Plus: Our top tips for handling stress and temptation.
By Kathleen Zelman, MPH, RD/LD
WebMD Weight Loss Clinic - Expert Column
The opportunities to eat around the holidays seem endless. Couple the abundance of in-your-face tempting food with the stress of a to-do list that's out of control, and it's no wonder that we often pack on the holiday pounds.
But this year, it's going to be different, right?
Having a plan for handling all the things you need to do, in a short period of time, will help keep you sane. A few ideas to help ease the stress: shop by catalog, send out the same holiday newsletter to everyone on your list, and limit your social calendar to allow some down time. And remember, your fitness routine is a priority, even when you don't think you have time. Exercise helps you cope with stress while it burns calories and keeps muscles strong.
The 80/20 Rule
Once you gain control of your to-do list, the next (and probably the biggest) hurdle is figuring out how to enjoy the bounty of food without triggering a six-week eating frenzy.
I'm a big believer in striving for "social weight maintenance" over the holidays. That means allowing some flexibility in your eating plan so that you can enjoy your favorite holiday foods. Don't expect to be perfect around the holidays. If you factor into your plan some extra food and drink, you are more likely to keep your weight in check.
To maintain, not gain, during the holidays, follow the "80/20 rule": 80% of the time, you follow your healthy-eating plan to the letter, but 20% of the time, you may indulge in small portions of those once-a-year favorites. And 100% of the time, do at least 30 minutes a day of physical activity.
Best Bets on the Buffet
Making smart choices allows you to eat plenty of food, and not feel deprived. Here are my picks for the best and worst holiday food choices:
|Best Bets||Worst Bets|
|Crudities with salsa or low-fat dressing||Chips, creamy dips, anything fried|
|Pretzels, popcorn, baked chips||Cheese straws, fried snacks|
|Handful of plain nuts||Handful or more of candy or candied nuts|
|Fresh fruits and vegetables||Fried veggies, wings|
|Shrimp cocktail, clams, oysters, smoked salmon||Fried seafood|
|Low-fat cheeses on water crackers, low-fat crackers, or Melba toast||High-fat cheeses and crackers|
|Vegetable or broth-based soup||Cream soups or bisques|
|Baked sweet potatoes||Sweet potato casserole|
|Cranberry relish or gelatin salad||Cranberry sauce|
|Mashed potatoes with a dab of gravy, or a plain baked potato||Lots of gravy with your mashed potatoes or a loaded baked potato|
|White-meat turkey without skin||Dark-meat turkey with skin|
|Lean meats without visible fat||Processed meats, sausages, fatty meats|
|Simply prepared veggies||Veggies in cream sauces, casseroles, or topped with fried onions or cheese|
|Cornbread-, oyster- or fruit-based stuffing||Stuffing with sausage|
|Whole-wheat dinner rolls||Croissants|
|Pumpkin or mincemeat pie||Pecan pie with whipped cream|
|Fruit sorbet, sherbet, or frozen yogurt||Cake or ice cream|
|Apple cider, mimosa, or bloody Mary||Eggnog|
|Chocolate-dipped strawberries||Fruitcake or fudge|
My Personal Party Strategies
My goal is to be at a good weight before the holidays commence. Halloween is my official start date. If my weight is not satisfactory, I exercise more and swear off wine with dinner as well as all sweets and treats. All the extra Halloween candy is given away, and I keep temptations around the house to a minimum.

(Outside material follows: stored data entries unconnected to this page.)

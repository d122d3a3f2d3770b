"""The front door: everything the commands do, from Python.

    from slabsim import api

    stack = api.read_stack("window.toml")
    response = api.solve(stack, [30e9, 35e9], [0.0, 45.0])      # complex r, t and powers R, T, A
    api.sweep(stack, "window.h5")                               # the map
    bands = api.find_bands(stack, angles_deg=[0, 30, 60])       # pass bands
    comparison = api.compare_models(stack)                      # local against nonlocal
    budget = api.power_budget(stack, 30e9, 45.0)                # power lost in each layer and set of wires

Conventions (time factor exp(-i w t), amplitudes, signs) are stated in `slabsim.engine`. Frequencies are in Hz, angles
in degrees.
"""

from __future__ import annotations

import os
from collections.abc import Iterable
from pathlib import Path
from typing import Any

import numpy as np

from slabsim.analyses.comparison import NOTHING, Comparison, compare_models
from slabsim.analyses.description import Description, describe_stack
from slabsim.analyses.losses import PowerBudget, power_budget
from slabsim.analyses.passbands import Band, BandList, Level, find_bands, read_level
from slabsim.analyses.tracking import Track, follow_bands
from slabsim.engine.fields import absorbed_by_element
from slabsim.engine.response import Response, Solver
from slabsim.errors import (
    InputError,
    MapError,
    MaterialError,
    SlabsimError,
    StackError,
    SweepInterrupted,
    UnitError,
)
from slabsim.report.figures import map_figure
from slabsim.stack.reader import parse_stack, read_stack
from slabsim.stack.sample import Model, Polarization, Stack
from slabsim.stack.schema import stack_schema
from slabsim.store.comparison import Field, write_comparison
from slabsim.store.reader import SweepMap, open_map
from slabsim.sweeps.report import SweepReport
from slabsim.sweeps.run import run_sweep
from slabsim.units import parse

__all__ = [
    "Band",
    "BandList",
    "Comparison",
    "Description",
    "InputError",
    "Level",
    "MapError",
    "MaterialError",
    "PowerBudget",
    "Response",
    "SlabsimError",
    "Solver",
    "Stack",
    "StackError",
    "SweepInterrupted",
    "SweepMap",
    "SweepReport",
    "Track",
    "UnitError",
    "absorbed_by_element",
    "compare_models",
    "describe_stack",
    "draw_comparison",
    "draw_map",
    "find_bands",
    "follow_bands",
    "is_map",
    "load_stack",
    "open_map",
    "parse_stack",
    "power_budget",
    "read_frequency",
    "read_level",
    "read_stack",
    "solve",
    "stack_schema",
    "store_comparison",
    "sweep",
]

_SIGNATURE = b"\x89HDF\r\n\x1a\n"
_DATASETS = {"T": "transmittance", "R": "reflectance", "A": "absorptance"}


def solve(
    stack: Stack,
    frequencies: np.ndarray | float,
    angles_deg: np.ndarray | float,
    model: Model | None = None,
    polarizations: tuple[Polarization, ...] | None = None,
    azimuth_deg: float = 0.0,
) -> Response:
    """Amplitudes and powers on any grid of frequencies [Hz] and angles [degrees]; see `Solver.solve`."""
    return Solver(stack, model, polarizations).solve(frequencies, angles_deg, azimuth_deg)


def read_frequency(text: str) -> float:
    """Frequency [Hz] of a text such as "10 GHz", "300 cm^-1" or "1.2 um".

    Raises
    ------
    UnitError
        If the text is no positive spectral quantity.
    """
    frequency = parse(text, "spectral")
    if not frequency > 0.0:
        raise UnitError(f'"{text}": a frequency must be greater than zero')
    return frequency


def sweep(stack: Stack, path: str | os.PathLike[str], **options: Any) -> SweepReport:
    """Compute the sweep of a stack into a map; options as in `slabsim.sweeps.run.run_sweep`."""
    return run_sweep(stack, path, **options)


def is_map(path: str | os.PathLike[str]) -> bool:
    """Whether a file is HDF5, by its first bytes."""
    try:
        with open(path, "rb") as file:
            return file.read(len(_SIGNATURE)) == _SIGNATURE
    except OSError:
        return False


def load_stack(path: str | os.PathLike[str]) -> Stack:
    """The stack of a stack file, or the one that a map was computed from.

    Raises
    ------
    StackError, MapError
        If the file cannot be read as what it is.
    """
    if not is_map(path) and Path(path).suffix != ".h5":
        return read_stack(Path(path))
    with open_map(path) as found:
        return parse_stack(found.stack_text, Path(path).parent, found.file_name, found.tables)


def draw_map(
    map_path: str | os.PathLike[str],
    figure_path: str | os.PathLike[str],
    quantity: str | None = None,
    cut_angles_deg: list[float] | None = None,
    azimuth_deg: float | None = None,
    over_azimuth: bool = False,
) -> None:
    """Draw one quantity of a map as heat maps and line cuts; cross-polar ones where they are not zero.

    Parameters
    ----------
    map_path, figure_path : path
        The map; the figure, .png, .svg or .pdf.
    quantity : {"T", "R", "A"}, optional
        Default: transmittance; absorptance where there is none.
    cut_angles_deg : list of float, optional
        Angles of the cuts [degrees]; with `over_azimuth` the one angle of incidence that is drawn.
    azimuth_deg : float, optional
        Which azimuth of the map [degrees], the nearest one; default: the first.
    over_azimuth : bool
        Draw frequency against azimuth, at one angle of incidence.

    Raises
    ------
    InputError
        If the map does not hold the quantity, or not the azimuth.
    """
    stack = load_stack(map_path)
    with open_map(map_path) as found:
        quantity = quantity or ("T" if "transmittance" in found.quantities else "A")
        name = _DATASETS.get(quantity, quantity)
        if name not in found.quantities:
            raise InputError(f"{map_path}: {_absence(stack, quantity)}")
        state = "" if found.is_complete else " (unfinished)"
        title = f"{found.title or found.file_name}, {found.model} model{state}"
        unit = stack.sweep.spectral_unit
        if over_azimuth:
            column = _nearest(found.angles_deg, (cut_angles_deg or [float(found.angles_deg[0])])[0], "angle")
            title += f", angle {found.angles_deg[column]:g} deg"
            panels = _panels(found, name, range(found.azimuths_deg.size), slice(column, column + 1))
            axis = "azimuth (deg)"
            map_figure(figure_path, title, found.frequencies, found.azimuths_deg, panels, unit, name, angle_axis=axis)
            return
        row = 0 if azimuth_deg is None else _nearest(found.azimuths_deg, azimuth_deg, "azimuth")
        if found.azimuths_deg.size > 1 or found.azimuths_deg[0] != 0.0:
            title += f", azimuth {found.azimuths_deg[row]:g} deg"
        panels = _panels(found, name, [row], slice(None))
        map_figure(figure_path, title, found.frequencies, found.angles_deg, panels, unit, name, cut_angles_deg)


def _panels(found: SweepMap, name: str, azimuths: Iterable[int], angles: slice) -> list[tuple[str, np.ndarray]]:
    """Values of each channel over frequency and angle, or azimuth; cross terms that are zero throughout left out."""
    panels = []
    for channel in found.polarizations if name == "absorptance" else found.channels:
        parts = [found.read(name, channel, azimuth, angles=angles) for azimuth in azimuths]
        values = np.concatenate(parts, axis=1)
        if channel in found.polarizations or np.nanmax(values, initial=0.0) > NOTHING:
            panels.append((channel.replace("_", " "), values))
    return panels


def _nearest(values: np.ndarray, wanted: float, what: str) -> int:
    low, high = float(values[0]), float(values[-1])
    if not low <= wanted <= high:  # written so that NaN fails too
        raise InputError(f"{what} = {wanted:g} deg; the map has {low:g} to {high:g} deg: choose one among these")
    return int(np.argmin(abs(values - wanted)))


def _absence(stack: Stack, quantity: str) -> str:
    if quantity not in _DATASETS:
        return f"quantity {quantity!r}; it must be one of {', '.join(_DATASETS)}"
    if quantity == "T" and stack.back is None:
        return "nothing is transmitted into a perfect conductor; ask for R or A"
    return 'the map keeps amplitudes only; sweep again with store = ["power", "amplitude"]'


def draw_comparison(comparison: Comparison, stack: Stack, figure_path: str | os.PathLike[str]) -> None:
    """Draw the absolute difference of two models, with a line where it equals the tolerance."""
    trusted, other = comparison.models
    panels = [
        (channel.replace("_", " "), abs(values))
        for channel, values in zip(comparison.channels, comparison.difference, strict=True)
        if channel in comparison.verdicts
    ]
    map_figure(
        figure_path,
        f"{stack.title or stack.file_name}: {other} against {trusted} model",
        comparison.frequencies,
        comparison.angles_deg,
        panels,
        stack.sweep.spectral_unit,
        f"difference of {_DATASETS[comparison.quantity]}",
        contour=comparison.tolerance,
    )


def store_comparison(comparison: Comparison, map_path: str | os.PathLike[str]) -> None:
    """Store both models' powers and their difference in a map, group /entry/comparison."""
    name, (trusted, other) = _DATASETS[comparison.quantity], comparison.models
    fields = {
        "difference": Field(comparison.difference, f"{name}, {other} minus {trusted} model"),
        f"{name}_{trusted}": Field(comparison.powers[0], f"{name}, {trusted} model"),
        f"{name}_{other}": Field(comparison.powers[1], f"{name}, {other} model"),
    }
    verdicts = {f"verdict_{channel}": text for channel, text in comparison.verdicts.items()}
    attributes = {
        "tolerance": comparison.tolerance,
        "azimuth": comparison.azimuth_deg,
        "trusted_model": trusted,
        "other_model": other,
    }
    write_comparison(map_path, fields, attributes | verdicts)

Over the years I have subscribed to a few basic rules whenever I go to a buffet or party:
- Always wear a snug-fitting outfit that does not easily expand. Carry a clutch bag that keeps one hand occupied.
- Eat a small but filling meal before leaving home, such as a bowl of soup or a vegetable salad, so I can resist the hors d'oeuvres.
- If I don't love it, I don't eat it. This is my golden rule at all times. I hate wasting food, but I hate extra pounds even more.
- No lingering around the buffet table, bar, or appetizer or dessert display.
- Limit cocktails to two, with sparkling water and lime rounding out the evening.
- Engage in mindful eating: make a plate of food, sit down, and enjoy. This helps me recognize when I'm full and means I'm less likely to mindlessly eat the rest of the evening.
- Follow the 80/20 rule and indulge -- but just a little, and no second helpings.
I Can't Believe I Ate That!
The best-laid plans sometimes fail. If you go overboard, don't beat yourself up. Just brush it off, exercise a little more the next day, and learn from it so it won't happen again at the next holiday function.
Establish your own personal ground rules and do your best to stick to them, and don't forget to exercise daily. And remember to relax, the holidays are supposed to be fun! Enjoy.